Reported: 2014-12-17 20:43 UTC by Sam Ruby
Modified: 2015-08-14 07:39 UTC (History)
4 users (show)

See Also:


Attachments

Description Sam Ruby 2014-12-17 20:43:48 UTC
At the moment, this is listed in the goals, but nowhere else.  The implicit assumption is that output of parsing is a canonical URL.  If so, that should be stated explicitly.
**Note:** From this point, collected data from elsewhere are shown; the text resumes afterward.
//! Cortex-M: cortex-m-rt start-up, cortex-m-semihosting output and exit, the
//! panic-semihosting handler, and SysTick as the counter.
//!
//! SysTick is a 24-bit down counter clocked from the core clock (CLKSOURCE = 1). Under
//! QEMU with `-icount shift=0` every instruction advances virtual time by 1 ns, so one
//! tick is (1 / core clock) / 1 ns instructions: 40 on `mps2-an386` (25 MHz), 62.5 on
//! `microbit` (16 MHz), 50 on `mps2-an505` (20 MHz).

use cortex_m::peripheral::{Peripherals, SYST, syst::SystClkSource};
use cortex_m_semihosting::debug;
use panic_semihosting as _;

pub use cortex_m_rt::entry;
pub use cortex_m_semihosting::hprintln;

/// What one count of [`counter`] is, for the firmware's output.
pub const COUNTER_UNIT: &str = "SysTick tick";

/// SysTick is a 24-bit down counter.
const SYSTICK_MASK: u32 = 0x00FF_FFFF;

/// Ends the run over semihosting: QEMU exits with status 0 (`ok`) or 1.
pub fn exit(ok: bool) -> ! {
    debug::exit(if ok {
        debug::EXIT_SUCCESS
    } else {
        debug::EXIT_FAILURE
    });
    #[allow(clippy::empty_loop)]
    loop {}
}

/// Starts SysTick from the core clock, free running over its whole 24-bit range.
/// False when the core peripherals were already taken.
pub fn start_counter() -> bool {
    let Some(mut peripherals) = Peripherals::take() else {
        return false;
    };
    let syst = &mut peripherals.SYST;
    syst.set_clock_source(SystClkSource::Core);
    syst.set_reload(SYSTICK_MASK);
    syst.clear_current();
    syst.enable_counter();
    true
}

/// The counter now.
#[inline(always)]
pub fn counter() -> u32 {
    SYST::get_current()
}

/// Counts from `start` to `end` (SysTick counts down and wraps at 24 bits).
#[inline(always)]
pub fn elapsed(start: u32, end: u32) -> u32 {
    start.wrapping_sub(end) & SYSTICK_MASK
}

/// One `nop` instruction, inlined.
#[inline(always)]
pub fn nop() {
    cortex_m::asm::nop();
}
See also: https://annevankesteren.nl/2012/09/url-equivalence

This bug was opened on behalf of Larry Masinter, based on:

https://github.com/webspecs/url/issues/18
Comment 1 Sam Ruby 2014-12-19 12:27:27 UTC
See also: https://github.com/webspecs/url/issues/20, where in addition to "same as", there is a request for "same origin" and "subsumes".
Comment 2 Larry Masinter 2014-12-21 16:52:57 UTC
 3986 and 3987 both talk about how to compare two URIs, two URIs, for equivalence for various purposes. Neither is entirely accurate or corresponds to current implementation. Every URL processor implicitly defines an equivalence relationship -- two URLs are X-equivalent if they have the same result when processed by X, but comparison generally is predictive, and sometimes being conservative means avoiding false positives and sometimes means avoiding false negatives. comparison. 3986 and 3987 both talk about how to compare two URIs, two URIs, for equivalence for various purposes. Neither is entirely accurate or corresponds to current implementation. Every URL processor implicitly defines an equivalence relationship -- two URLs are X-equivalent if they have the same result when processed by X, but comparison generally is predictive, and sometimes being conservative means avoiding false positives and sometimes means avoiding false negatives. For example, cache invalidation should prefer false positives over false negatives (invalidate if in doubt), while security questions likely prefer false negatives (when in doubt, treat as different origins).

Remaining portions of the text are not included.